Day 7 — Week 1 recap. What you actually know now.

Six days ago you started a course on something most people will spend the next decade being confused about. Today is the checkpoint. The goal of this lesson is not to teach you something new. It's to surface what is sharp in your understanding and what is still fuzzy, so you know where to focus when Week 2 opens tomorrow.

The most honest way to do that is by working through a real piece of crypto news the way a working analyst would. Read it once. Decode it. See where the gaps are. That's the work.

Here's the headline we're using:

"Bitcoin holds above $100K as ETH staking yields tick higher post-Merge anniversary; mempool congestion drives gas to 80 gwei amid Layer 2 outflows back to mainnet."

If you read that and felt the words slide off the page, that's normal. Six days ago, every term in that sentence would have been opaque. Today, every term is something you've seen. Let me walk it.

"Bitcoin holds above $100K."

Bitcoin is the first cryptocurrency, hard-capped at 21 million coins, secured by proof-of-work, valued by a combination of scarcity, network effect, energy expenditure, and institutional adoption (Days 1, 2, 3). When you read "Bitcoin holds above $100K," you should be hearing it the way a macro investor hears "gold holds above $X" or "the S&P holds above Y." Price is one data point. The more interesting questions are: at what level of network activity, against what level of dollar liquidity, with what level of institutional flow. Don't get hypnotized by the number.

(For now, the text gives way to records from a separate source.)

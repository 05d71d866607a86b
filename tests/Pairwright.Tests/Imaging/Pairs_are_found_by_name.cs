using Pairwright.Geometry;
using Pairwright.Imaging;
using Xunit;

namespace Pairwright.Tests.Imaging;

public class Pairs_are_found_by_name
{
    [Theory]
    [InlineData("left_03.png", "right_03.png", "03")]
    [InlineData("03_left.png", "03_right.png", "03")]
    [InlineData("Left01.png", "Right01.png", "01")]
    [InlineData("belt-left-7.png", "belt-right-7.png", "belt_7")]
    [InlineData("plank.LEFT.tif", "plank.RIGHT.png", "plank")]
    [InlineData("left/a.png", "right/a.png", "a")]
    [InlineData("left/left02.png", "right/right02.png", "02")]
    [InlineData("cameraLeft7.png", "cameraRight7.png", "camera_7")]
    [InlineData("LEFT/a.png", "Right/a.pgm", "a")]
    public void Two_names_that_differ_in_left_and_right_alone_are_a_pair(string left, string right, string name)
    {
        using var folder = Folder(left, right);

        var captures = CaptureFolder.Open(folder.Root);

        var capture = Assert.Single(captures.Captures);
        Assert.Equal(name, capture.Name);
        Assert.Equal(folder.Path(left), capture.LeftPath);
        Assert.Equal(folder.Path(right), capture.RightPath);
        Assert.Empty(captures.Unmatched);
    }

    [Fact]
    public void Numbers_count_as_numbers_in_the_order_of_pairs()
    {
        using var folder = Folder([.. new[] { 10, 9, 2, 100 }.SelectMany(i => new[] { $"left_{i}.png", $"right_{i}.png" })]);

        Assert.Equal(["2", "9", "10", "100"], CaptureFolder.Open(folder.Root).Captures.Select(capture => capture.Name));
    }

    [Fact]
    public void Files_without_a_partner_are_named_and_other_files_do_not_matter()
    {
        using var folder = Folder("left_1.png", "right_1.png", "left_2.png", "right_3.png", "leftover.png", "bright_1.png", "notes.txt", "left_4.txt", "overview.png");

        var captures = CaptureFolder.Open(folder.Root);

        Assert.Single(captures.Captures);
        Assert.Equal(["left_2.png", "right_3.png"], captures.Unmatched.AsEnumerable());
    }

    [Fact]
    public void Two_files_that_claim_one_place_are_refused()
    {
        using var folder = Folder("left_1.png", "left_1.tif", "right_1.png");

        var message = Assert.Throws<UserErrorException>(() => CaptureFolder.Open(folder.Root)).Message;

        Assert.Contains("left_1.png", message);
        Assert.Contains("left_1.tif", message);
    }

    [Fact]
    public void A_folder_without_a_pair_says_how_to_name_files()
    {
        using var folder = Folder("left_1.png", "right_2.png");

        var message = Assert.Throws<UserErrorException>(() => StereoPair.ReadFolder(folder.Root)).Message;

        Assert.Contains(folder.Root, message);
        Assert.Contains("left_1.png", message);
        Assert.Contains("left_01.png and right_01.png", message);
    }

    [Fact]
    public void A_missing_folder_is_said_to_be_missing()
    {
        Assert.Contains("nowhere", Assert.Throws<UserErrorException>(() => StereoPair.ReadFolder("nowhere")).Message);
    }

    [Fact]
    public void The_pairs_of_a_folder_are_read_with_their_rig()
    {
        using var folder = new TestFolder();
        Patterns.Picture(10, 8, seed: 1).WritePng(folder.Path("left_1.png"));
        Patterns.Picture(10, 8, seed: 2).WritePng(folder.Path("right_1.png"));
        var camera = new Camera(new(10, 10, 5, 4), new(10, 8));
        var rig = new Rig(camera, camera, new(Matrix3x3.Identity, new(-50, 0, 0)));

        var pair = Assert.Single(StereoPair.ReadFolder(folder.Root, rig));

        Assert.Same(rig, pair.Rig);
        Assert.Equal(Patterns.Picture(10, 8, seed: 2).Grey.ToArray(), pair.Right.Grey.ToArray());
        Assert.Equal(["left_1.png", "right_1.png"], pair.Provenance.Inputs.Select(input => input.Name));
    }

    [Fact]
    public void A_series_tells_what_it_left_out_and_finds_pairs_by_name()
    {
        using var folder = new TestFolder();
        foreach (var name in new[] { "left_a.png", "right_a.png", "left_b.png" })
        {
            Patterns.Picture(10, 8, seed: 1).WritePng(folder.Path(name));
        }

        var series = StereoPair.ReadFolder(folder.Root);

        Assert.Contains("left_b.png", Assert.Single(series.Warnings, warning => warning.Contains("no partner")));
        Assert.Same(series[0], series["a"]);
        Assert.Contains("'z'", Assert.Throws<UserErrorException>(() => series["z"]).Message);
    }

    [Fact]
    public void The_halves_of_a_side_by_side_picture_are_a_pair()
    {
        using var folder = new TestFolder();
        var both = Patterns.Picture(20, 8, 12, seed: 3);
        both.WritePng(folder.Path("both.png"));

        var pair = StereoPair.ReadSideBySide(folder.Path("both.png"), reading: new() { Region = new(0, 0, 5, 8) }, rightReading: new() { Region = new(2, 2, 1, 1) });

        Assert.Equal((new PictureSize(10, 8), new PictureSize(10, 8)), (pair.Left.Size, pair.Right.Size));
        Assert.Equal((both[3, 7], both[13, 7]), (pair.Left[3, 7], pair.Right[3, 7]));
        Assert.Equal((0.5, 1 / 80.0), (pair.Left.Usable!.Share, pair.Right.Usable!.Share));
        Assert.Equal(12, pair.Right.SignificantBits);
    }

    [Fact]
    public void An_odd_width_has_no_two_halves()
    {
        using var folder = new TestFolder();
        Patterns.Picture(21, 8).WritePng(folder.Path("odd.png"));

        Assert.Contains("odd.png", Assert.Throws<UserErrorException>(() => StereoPair.ReadSideBySide(folder.Path("odd.png"))).Message);
    }

    [Fact]
    public void A_capture_list_says_what_belongs_together_and_when_it_was_taken()
    {
        using var folder = new TestFolder();
        foreach (var name in new[] { "a1.png", "b7.png", "left_1.png", "right_1.png" })
        {
            Patterns.Picture(10, 8).WritePng(folder.Path(name));
        }

        folder.Write("captures.csv", "left,right,left_time,right_time\r\na1.png,b7.png,2026-03-05T07:15:30.250Z,2026-03-05T08:15:30.2625+01:00\r\n");
        var captures = CaptureFolder.Open(folder.Root);
        var pair = Assert.Single(StereoPair.ReadFolder(folder.Root));

        Assert.Equal(["left_1.png", "right_1.png"], captures.Unmatched.AsEnumerable());
        Assert.Equal(TimeSpan.FromMilliseconds(12.5), pair.Skew);
        Assert.Contains(pair.Warnings, warning => warning.Contains("12.5 ms") && warning.Contains("left") && warning.Contains("tolerance of 1 ms"));
        Assert.DoesNotContain(pair.WarningsAt(TimeSpan.FromMilliseconds(13)), warning => warning.Contains("ms"));
    }

    [Theory]
    [InlineData("2026-03-05T07:15:30Z", 0.0)]
    [InlineData("2026-03-05T09:45:30.5+02:30", 500.0)]
    [InlineData("2026-03-05T07:15:30.1234567Z", 123.4567)]
    [InlineData("", null)]
    public void Times_with_and_without_fractions_are_read(string time, double? milliseconds)
    {
        using var folder = Folder("a.png", "b.png");
        folder.Write("captures.csv", $"left,right,left_time,right_time\na.png,b.png,{time},\n");

        var read = Assert.Single(CaptureFolder.Open(folder.Root).Captures).LeftTime;

        Assert.Equal(milliseconds, (read - new DateTimeOffset(2026, 3, 5, 7, 15, 30, TimeSpan.Zero))?.TotalMilliseconds);
    }

    [Theory]
    [InlineData("left;right\n", "captures.csv")]
    [InlineData("left,right,left_time,right_time\na.png,b.png\n", "Line 2")]
    [InlineData("left,right\na.png,missing.png\n", "missing.png")]
    [InlineData("left,right,left_time,right_time\na.png,b.png,2026-03-05 07:15,\n", "2026-03-05 07:15")]
    [InlineData("left,right,left_time,right_time\na.png,b.png,2026-03-05T07:15:00,\n", "offset")]
    [InlineData("left,right,left_time,right_time\na.png,b.png,yesterday,\n", "yesterday")]
    public void A_wrong_capture_list_is_refused_by_its_line(string list, string named)
    {
        using var folder = Folder("a.png", "b.png");
        folder.Write("captures.csv", list);

        var message = Assert.Throws<UserErrorException>(() => CaptureFolder.Open(folder.Root)).Message;

        Assert.Contains(named, message);
        Assert.Contains("captures.csv", message);
    }

    private static TestFolder Folder(params string[] names)
    {
        var folder = new TestFolder();
        foreach (var name in names)
        {
            folder.Write(name, "");
        }

        return folder;
    }
}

"ETH staking yields tick higher."

ETH is the native currency of Ethereum, the programmable-blockchain we covered yesterday (Day 6). "Staking" is the proof-of-stake equivalent of mining: instead of burning electricity to validate blocks, validators lock up ETH as collateral and get rewarded with new ETH for honest validation. "Yields tick higher" means validators are currently earning more per unit of staked ETH than they were last month. This usually happens when more transactions are flowing through the network (more fees) or when fewer ETH is being staked (less competition for the rewards). It is a signal about network usage and supply dynamics. Not directly an investment recommendation. A useful data point.

"Post-Merge anniversary."

"The Merge" was Ethereum's transition from proof-of-work to proof-of-stake in September 2022. We mentioned it yesterday in the brief history of Ethereum. The headline is referencing the anniversary of that event, probably because there's a milestone metric being reported (total ETH burned, validator count, yield change, etc.). If you remember what The Merge was, this part of the headline is just a date marker.

"Mempool congestion drives gas to 80 gwei."

The mempool is the public waiting area for unconfirmed transactions (Day 5). "Congestion" means a lot of transactions are competing for limited block space. "Gas" is the fee paid to get a transaction included. "Gwei" is just a denomination of ETH (1 gwei = 0.000000001 ETH). "80 gwei" is moderately high. A standard ETH transfer at 80 gwei would cost roughly $2-5 in fees at current prices, which is more than the calm-Tuesday-afternoon cost of a few cents we talked about on Day 5. The whole phrase is telling you: the network is busy right now, fees are elevated, expect more friction.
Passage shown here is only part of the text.